The core of the military’s 3,000-troop mission in Liberia will be medical—building treatment centers and training medical staff by the hundreds to run them. But the outbreak and resulting panic have caused other problems, some of which the military will deal with, and others that they may try to avoid. One major problem is a food crisis: Liberia imports about two-thirds of its grain supply, but as its neighbors have closed their borders to prevent the disease from spreading and shipping into the country has slowed, food has become scarcer, and prices have increased. To ease this situation, the US operation will help to distribute food aid in the country.

But rising food prices, along with rising gas prices and an exhausted civil service, have created a bigger problem: a breakdown of civil society in Liberia, Guinea, and Sierra Leone. That has some people worried about a security risk that US troops will be keen to avoid.

“If the country kind of devolves into chaos and uncontrollable looting, the US military is going to be in an extremely precarious situation,” says Jennifer Cooke, a West Africa expert at the Center for Strategic and International Studies in Washington. “There’s going to be high expectations on the US military if that happens.” She added that apart from the basics of building treatment centers and distributing food, the military needs to have a communications strategy that makes clear what they are doing and how it benefits the people of Liberia.

Already, the afflicted countries have experienced some episodes of instability during the outbreak. In Sierra Leone, crowds of people pelted a government hospital and police station in July on the heels of a rumor that Ebola was a lie invented to collect body parts. In Liberia, a riot broke out in August after the government quarantined a squatter settlement in Monrovia, the nation’s capitol, that was home to tens of thousands of people.
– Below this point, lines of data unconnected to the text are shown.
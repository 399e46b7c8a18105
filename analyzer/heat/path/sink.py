"""Heat sinks: the chain θJC + θCS + θSA, and how a natural-convection sink worsens at a small rise.

Source: Aavid's correction of published θSA (rated at 75 K rise): 60 K 1.057, 50 K 1.106, 40 K 1.170, 30 K 1.257,
which is (75/ΔT)^0.25 to 0.1 %.
"""

from __future__ import annotations

RATED_RISE = 75.0
"""Rise [K] at which natural-convection sinks are catalogued."""


def correction(rise: float) -> float:
    """Factor on the catalogue θSA at a rise of the sink over the air [K]: (75/ΔT)^0.25, never below 1."""
    if rise <= 0:
        raise ValueError("a sink without rise carries nothing")
    return max(1.0, float((RATED_RISE / rise) ** 0.25))


def natural_factor(catalogue: float, watts: float) -> float:
    """θSA [K/W] that a sink has while it carries `watts`.

    With θ = θ75 · (75/ΔT)^0.25 and ΔT = θ · P the two close to θ = (θ75^4 · 75 / P)^0.2.

    Args:
        catalogue: θSA as catalogued at 75 K [K/W], not negative.
        watts: Heat carried [W]; without any the catalogue figure is returned.
    """
    if catalogue < 0 or watts < 0:
        raise ValueError("needs magnitudes")
    if watts == 0 or catalogue == 0:
        return catalogue
    return max(catalogue, float((catalogue**4 * RATED_RISE / watts) ** 0.2))


def needed_sink(limit: float, ambient: float, watts: float, junction_case: float, case_sink: float) -> float:
    """Greatest θSA [K/W] that keeps the junction at its limit: (Tj,max − Ta)/P − θJC − θCS.

    A negative result means that no sink does.
    """
    if watts <= 0:
        raise ValueError("a part without heat needs no sink")
    return (limit - ambient) / watts - junction_case - case_sink


def via_resistance(length: float, drill: float, plating: float, conductivity: float = 385.0) -> float:
    """K/W of one plated via: L / (k · π · d · t).

    Args:
        length: Board thickness [m].
        drill: Diameter [m].
        plating: Copper thickness [m], thin against the diameter.
        conductivity: k of copper [W/(m·K)].
    """
    import math

    if min(length, drill, plating, conductivity) <= 0:
        raise ValueError("needs positive figures")
    return length / (conductivity * math.pi * drill * plating)
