def write(project: Project, folder: Path) -> None:
    """Write all files of a project into a folder."""
    folder.mkdir(parents=True, exist_ok=True)
    for name, text in Writer(project).files().items():
        (folder / name).write_text(text, encoding="utf-8")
Amidst the chaos, the police shot and killed a 15-year-old boy. (The quarantine was lifted after 10 days.) Also in August, more than 50 people were injured in riots in Guinea’s second-largest city after health workers disinfected a market without notice.

In a September 9 letter to President Obama requesting military support, Liberian President Ellen Johnson Sirleaf called special attention to instability. “In a country that has barely emerged from a 30-year period of civil and political unrest, with the presence of a large youthful (mainly unemployed) population, some of whom were child soldiers—this health emergency threatens civil order,” she wrote.

Whether any of the US personnel being deployed to Liberia will be involved in maintaining security—or what their orders will be if a riot occurs on their doorstep—is still part of an ongoing planning process, according to a Defense Department official. 

Even without security to worry about, the military will have its hands full. According to a White House fact sheet, the operation will be coordinated through a command center in Monrovia. Soldiers and engineers will be deployed throughout the country to build treatment centers and train perhaps 500 medical personnel per week to man them.

For the time being, the operation will be limited to Liberia, but it could expand into neighboring countries as needed. The Pentagon is currently planning to keep troops in the region for up to six months, according to the Defense Department official, “but we will support as long as needed.”

This is not the first time the US military has deployed to Liberia in recent memory. In 2003, President Bush sent 300 troops to Monrovia to support a Nigerian-led peacekeeping force as the civil war drew to a close. In a speech Tuesday at the Centers for Disease Control and Prevention, President Obama compared the operation to the US military’s deployment to Haiti after the 2010 earthquake.